PITTSFIELD — Community Eco Power may have found a buyer for its waste-to-energy facility on Hubbard Avenue in Pittsfield.
In a letter to employees, the head of the company said the future use of the 5.8-acre Pittsfield facility, with its distinctive billowing smoke, could be as a trash transfer station.
An anonymous source sent the letter to The Eagle. The Eagle was able to verify that Community Eco Power employees had received it. It was sent by Richard Fish, the president and chief operating officer of the North Carolina-based company, which also owns a plant on the banks of the Connecticut River in Agawam.
The Eagle left voicemails on Fish’s cellphone on Saturday. He did not respond.
When contacted by phone on Saturday, Mayor Linda Tyer told The Eagle that the city knows nothing about the plans.
“We have not been notified about this latest development, which is obviously disappointing to me because this has a significant impact on the way that we manage the city’s solid waste,” she said.
Despite the company filing for bankruptcy earlier last year, Community Eco Power’s two Massachusetts facilities have remained in operation. The company had stated that its intentions were to keep the facilities running while putting its financial matters into order.
In August, following the company’s Chapter 11 filing, the city of Pittsfield entered into a three-year agreement to continue its relationship with Community Eco Power.
Tyer confirmed on Saturday that the agreement includes a clause that the city be given an advance notice of a year should Community Eco Power decide to shut down or discontinue service. It’s not clear if, or how, that clause would be honored, should a sale of the facility go through.
Importantly, as Fish’s letter states, any sale would be contingent upon the approval from the bankruptcy court.
According to the company website, Community Eco Power’s Pittsfield plant processes 240 tons each day of solid waste generated by residences and commercial operations throughout Berkshire County. The trash-burning plant produces over 450 million pounds of steam, as well as 3.5 million kilowatt-hours of electricity.

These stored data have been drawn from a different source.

import { besselJY01 } from "./bessel-jy01";

/**
 * Theodorsen's circulation function C(k) = F(k) + iG(k) of the oscillating thin aerofoil.
 *
 * Method: C(k) = H1⁽²⁾(k) / (H1⁽²⁾(k) + i H0⁽²⁾(k)) with H_n⁽²⁾ = J_n − iY_n, written in real form
 *   F = [J1(J1 + Y0) + Y1(Y1 − J0)] / D,  G = −(Y1Y0 + J1J0) / D,  D = (J1 + Y0)² + (J0 − Y1)²,
 * with J0, J1, Y0, Y1 from `besselJY01`.
 * Source: T. Theodorsen, General theory of aerodynamic instability and the mechanism of flutter, NACA
 * Report 496, 1935; the real form as in Bisplinghoff, Ashley & Halfman, Aeroelasticity, 1955.
 *
 * Notes: valid for every k ≥ 0. C(0) = 1 (steady flow) and C → ½ as k → ∞; for 0 < k < 1e-100 the value
 * at 1e-100 is returned (it differs from the limit by less than 1e-97). Accuracy better than 1e-10 in F and G
 * (Bessel functions to 1e-12, no cancellation in D), checked against mpmath. k here is the half-chord
 * reduced frequency k = bω/U = K/2 of the aeronautical literature, not our K = Bω/U.
 *
 * @param k - reduced frequency on the half chord, k = bω/U ≥ 0 (dimensionless)
 * @param out - receives [F, G]
 * @param work - scratch of length ≥ 4 (pass one to avoid allocation in loops)
 * @returns out
 */
export function theodorsen(
  k: number,
  out: Float64Array = new Float64Array(2),
  work: Float64Array = new Float64Array(4),
): Float64Array {
  if (!(k >= 0) || k === Infinity) throw new RangeError(`Theodorsen's function needs a finite k ≥ 0 (got ${k})`);
  if (k === 0) {
    out[0] = 1;
    out[1] = 0;
    return out;
  }
  besselJY01(Math.max(k, 1e-100), work);
  const j0 = work[0];
  const j1 = work[1];
  const y0 = work[2];
  const y1 = work[3];
  const re = j1 + y0;
  const im = j0 - y1;
  const d = re * re + im * im;
  out[0] = (j1 * re + y1 * (y1 - j0)) / d;
  out[1] = -(y1 * y0 + j1 * j0) / d;
  return out;
}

Fish’s letter to employees indicates the company has “received interest from various buyers who want to continue to operate the facilities as currently operated, as well as from buyers who want to convert the facilities into transfer stations. We have been reviewing these offers carefully as these options may impact all stakeholders — customers, vendors, the communities we serve and each of you.
“Recently, we signed a non-binding letter of intent with a company that is interested in the [Agawam] facility as a transfer station as well as a company that is interested in the Pittsfield facility as a transfer station.”
Fish wrote that a sale “will take months.” He wrote that employees can expect another update by Feb. 21.
“Thank you for your efforts in keeping the plants operational while we work through the process,” the letter closes.
“If it switches over to a transfer station only,” Tyer said, “it means that our solid waste, our trash, will have to be, essentially, collated or collected, gathered, at the transfer station and then transported to another facility for disposal. So you know, the question is, what are the costs associated with that? What facility is it going to?”
She said, “I’m sure there will be a lot more coming on this topic in the weeks ahead.”
As of June 18, the Pittsfield plant had 21 employees. Six of them were salaried, and the other 15 were receiving hourly salary compensation, according to the bankruptcy filing. It’s unclear if the staffing remains the same.
The facility was built by Vicon Corp. in 1981. According to Eagle files, the waste-to-energy facility is one of the oldest such plants in the country. Community Eco Power purchased the two Massachusetts plants from Covanta Energy Corp. in 2019.
The company soon filed for Chapter 11 because deferred maintenance on the Pittsfield facility was “a little bit higher than they expected it to be,” Community Eco Power’s attorney Sam Anderson told The Eagle last July. “Because of that, they had to take out loans.”